# Check out my new custom vertical smoker w/side firebox



## jeremymillrood (May 25, 2010)

After struggling with a flimsy vertical Brinkman for several months, I decided I wanted to get something a lot more durable and built to my specs. Did a lot of looking around and finally found a guy on Craigslist. After going back and forth for a couple of days we settled on a design and I have to say I love this smoker and I haven't even smoked anything in it yet.  First off it's made with 3/16th inch steel.  I've got three cooking grates, an adjustable baffle between the fire box and the smoke chamber along, a real smoke stack and the doors for the fire box and smoker have different slots so they can be adjusted open if necessary.

You can see from the pic that this smoker is built like a freaking tank, almost a whole sheet of steel went into it.  Forrest, the guy who built it for me is not too far from Jax and I believe he even joined the site not too long ago.  Gotta give him credit, this was the first one of this style that he's built and I think it came out pretty good.
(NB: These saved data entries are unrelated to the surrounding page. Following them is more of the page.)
//! Reading files, with the cause when one cannot be read.

use std::fs::File;
use std::io::{self, Read};
use std::path::Path;

use super::fault::{Failure, cause};
use forehear::diagnostic::{Code, Diagnostic};
use forehear::wav::{self, Recording};

/// Longest text that is read, in bytes. Chosen: a hundred times any design or tube file.
const LONGEST_TEXT: u64 = 1 << 20;
/// The same for reports. Chosen: a hundred times one of three gain settings.
const LONGEST_REPORT: u64 = 1 << 26;

/// A design or tube file.
pub fn read_text(path: &Path) -> Result<String, Failure> {
    text_of_at_most(path, LONGEST_TEXT, "no design or tube file")
}

/// A report that this program wrote.
pub fn read_report(path: &Path) -> Result<String, Failure> {
    text_of_at_most(path, LONGEST_REPORT, "no report of a set")
}

fn text_of_at_most(path: &Path, most: u64, otherwise: &str) -> Result<String, Failure> {
    let shown = path.display().to_string();
    let unreadable = |message: String| Failure::of(&shown, Code::UnreadableFile, message, None);
    let mut bytes = Vec::new();
    open(path)
        .and_then(|file| file.take(most + 1).read_to_end(&mut bytes))
        .map_err(|e| unreadable(format!("the file cannot be read: {}", cause(&e))))?;
    if bytes.len() as u64 > most {
        return Err(unreadable(format!(
            "the file is longer than {most} bytes and {otherwise}"
        )));
    }
    String::from_utf8(bytes).map_err(|e| {
        unreadable(format!(
            "the file is not text in UTF-8: byte {} is none of it",
            e.utf8_error().valid_up_to() + 1
        ))
    })
}

/// A sound file.
pub fn read_sound(path: &Path) -> Result<Recording, Failure> {
    let shown = path.display().to_string();
    let mut bytes = Vec::new();
    open(path)
        .and_then(|mut file| file.read_to_end(&mut bytes))
        .map_err(|e| {
            Failure::of(
                &shown,
                Code::UnreadableFile,
                format!("the file cannot be read: {}", cause(&e)),
                None,
            )
        })?;
    wav::read(&bytes).map_err(|fault| Failure::in_text(shown, None, vec![Diagnostic::from(fault)]))
}

/// The last part of a path, which says nothing about the machine.
pub fn file_name(path: &Path) -> String {
    path.file_name().map_or_else(
        || path.display().to_string(),
        |n| n.to_string_lossy().into_owned(),
    )
}

fn open(path: &Path) -> io::Result<File> {
    let file = File::open(path)?;
    let kind = file.metadata()?.file_type();
    if kind.is_dir() {
        return Err(io::Error::other("it is a folder"));
    }
    // Devices have no end; a pipe has one.
    #[cfg(unix)]
    if std::os::unix::fs::FileTypeExt::is_char_device(&kind)
        || std::os::unix::fs::FileTypeExt::is_block_device(&kind)
    {
        return Err(io::Error::other("it is a device"));
    }
    Ok(file)
}
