//! `forehear render`

use std::io;

use super::args::Render;
use super::bias::stop;
use super::console::{Console, Progress};
use super::fault::{Failure, Stop};
use super::interrupt::{STOP, begin_writing, check_stop};
use super::output::Output;
use super::plan::{LEVELS_FILE, REPORT_FILE, RenderPlan, encoding};
use forehear::diagnostic::Code;
use forehear::report::csv::levels_csv;
use forehear::report::json::render_document;
use forehear::report::svg::{distortion_svg, harmonics_svg, response_svg, transfer_svg};
use forehear::report::terminal::{WrittenSet, render_text};
use forehear::study::render::{Sound, study};
use forehear::study::result::RenderStudy;
use forehear::study::{StudyFault, Watch};
use forehear::wav::{self, WriteFault};

/// Draws what a render found.
type Draw = fn(&RenderStudy) -> String;

/// Pictures of a set.
const PICTURES: [(&str, Draw); 4] = [
    ("transfer.svg", |study| {
        transfer_svg(&study.design, &study.transfer)
    }),
    ("thd.svg", distortion_svg),
    ("harmonics.svg", harmonics_svg),
    ("response.svg", response_svg),
];

pub fn run(args: &Render, console: Console) -> Result<(), Stop> {
    let plan = RenderPlan::new(args)?;
    let files = file_names(&plan);
    let mut output = Output::open(&plan.folder, plan.existing, &files)?;
    let progress = console.progress();
    let (mut result, sounds) = render(&plan, &progress)?;
    for (gain, (terminals, listening)) in result.gain_settings.iter_mut().zip(&plan.sounds) {
        gain.wav = Some(terminals.clone());
        gain.listening_wav = Some(listening.clone());
    }
    result.warnings.extend(plan.odd.iter().cloned());

    begin_writing()?;
    progress.show(1.0, "writing");
    write_sounds(&mut output, &plan, &sounds)?;
    output.add_text(LEVELS_FILE, &levels_csv(&result))?;
    for (name, draw) in PICTURES {
        output.add_text(name, &draw(&result))?;
    }
    let report = render_document(&result, &files);
    output.add_text(REPORT_FILE, &report)?;
    let folder = output.folder().display().to_string();
    output.commit()?;
    drop(progress);

    console.alarm(&result.warnings);
    if console.json() {
        console.note(&format!("Written to {folder}"));
    }
    let set = WrittenSet {
        directory: &folder,
        files: &files,
    };
    console.answer(|| report, |page| render_text(&result, Some(&set), page))
}

/// Everything the set will hold, in the order of writing.
fn file_names(plan: &RenderPlan) -> Vec<String> {
    let mut names: Vec<String> = plan
        .sounds
        .iter()
        .flat_map(|(terminals, listening)| [terminals.clone(), listening.clone()])
        .collect();
    names.push(LEVELS_FILE.to_owned());
    names.extend(PICTURES.iter().map(|(name, _)| (*name).to_owned()));
    names.push(REPORT_FILE.to_owned());
    names
}

fn render(plan: &RenderPlan, progress: &Progress) -> Result<(RenderStudy, Vec<Sound>), Stop> {
    let watch = Watch {
        progress: &|share, what| progress.show(share, what),
        stop: &STOP,
    };
    let mut pool = rayon::ThreadPoolBuilder::new();
    if let Some(jobs) = plan.jobs {
        pool = pool.num_threads(jobs);
    }
    let pool = pool.build().map_err(|e| {
        Failure::of(
            "--jobs",
            Code::NotComputed,
            format!("no threads to work with: {e}"),
            None,
        )
    })?;
    let done = pool
        .install(|| study(&plan.design.prepared, &plan.take, &plan.study, &watch))
        .map_err(|fault| match fault {
            // Only the impulse response is brought to another rate.
            StudyFault::Resample(fault) => Failure::of(
                plan.study
                    .cabinet
                    .as_ref()
                    .map_or(&plan.design.name, |c| &c.name),
                Code::NotComputed,
                fault.to_string(),
                None,
            )
            .into(),
            other => stop(&plan.design.name, &other),
        })?;
    check_stop()?;
    Ok(done)
}

fn write_sounds(output: &mut Output, plan: &RenderPlan, sounds: &[Sound]) -> Result<(), Stop> {
    let mut n = 0;
    for (sound, (terminals, listening)) in sounds.iter().zip(&plan.sounds) {
        for (name, channels) in [(terminals, &sound.terminals), (listening, &sound.listening)] {
            let encoding = encoding(plan.format, n);
            n += 1;
            let written = output.add(name, |file| {
                wav::write(file, plan.take.rate, channels, encoding).map_err(|fault| match fault {
                    WriteFault::Io(cause) => cause,
                    other => io::Error::other(other),
                })
            })?;
            assert_eq!(
                written.clipped, 0,
                "a set scaled below full scale fits its files"
            );
        }
    }
    Ok(())
}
My plan is to season it this weekend and get some ribs and maybe a brisket in there.  I can't wait!


----------



## chefrob (May 25, 2010)

i like it!


----------



## rickw (May 25, 2010)

Real nice.


----------



## rdknb (May 25, 2010)

Very nice


----------



## dennisdocb (May 25, 2010)

Nice looking rig..should produce some good smoke. If you don't mind me asking how much $$ did you end up on it.

BTW..glad to see another Jax, Fl guy on board.


----------



## rbranstner (May 25, 2010)

Sweet that's going to work great!


----------



## jeremymillrood (May 26, 2010)

Thanks guys..I really can't wait to get it fired up this weekend.  Dennis, I'll send you a PM.


----------



## harryho (May 26, 2010)

Looks good.


----------



## thunderdome (May 26, 2010)

Lookin forward to seein some smoke


----------



## hookup (May 26, 2010)

schweeeeeeeeeeeeeeeeeeet


----------



## graybeard (May 26, 2010)

Nice build! Thick and sweet.

beard


----------



## nickelmore (May 27, 2010)

Looks good, there is nothing like the feeling of making something yourself that has the room and setup you want.

It is really neat to see all the home builts smokers around the forum.


----------



## jeremymillrood (May 28, 2010)

Thanks for all of the comments guys..I'm just stoked about getting to fire it up this weekend.  Plan is to throw a 4 or 5# chuckie in there for it's maiden voyage..


----------



## smoke 2 geaux (May 28, 2010)

You are going to love it!  When I made the move from a sheet metal smoker to a heavy gauge unit I couldn't believe how much better it held heat and how little fuel I needed to maintain smoking temps, even though the smoker was 3 times larger.  You are going to get a lot of tasty meat out of that thing.  Congrats.


----------



## mballi3011 (May 28, 2010)

Now thats a heavy duty smoker you have built there Jeremy. You should have many years of fine smoked good coming off that thing. Good luck this weekend and don't foget the Qview.


----------



## jeremymillrood (May 28, 2010)

I'm sure it's going to be night and day compared to the Brinkman.  Still trying to figure out how I'm going to get my probe for the meat thermometer in there.  The door closes way to tight for me to route the wire there, I was thinking about going down through the smoke stack but I don't know if that would work too well.  Maybe I'll drill a small hole in the side just big enough to get the probe through..what do you think?


----------



## dougmays (Jun 17, 2011)

Hey Jeremy....i'm looking into getting a custom veritcal smoker made....can you give us an update on this smoker? still your primary? still running well? do you still have forrest's contact info?

thanks


----------



## kenthanson (Jun 17, 2011)

Nice looking smoker, I've been to JAX and though it was a beatiful city with lot's of character.


----------



## deepinthewoods (Jun 18, 2011)

Nice looking .. very cool


----------



## venture (Jun 18, 2011)

Looks good from here?  Let's fire it up.

Good luck and good smoking.


----------



## mrgriff (Jun 19, 2011)

please let us know how it smokes i like the design.


----------



## bfrank91 (Feb 4, 2013)

what is the measurements?


----------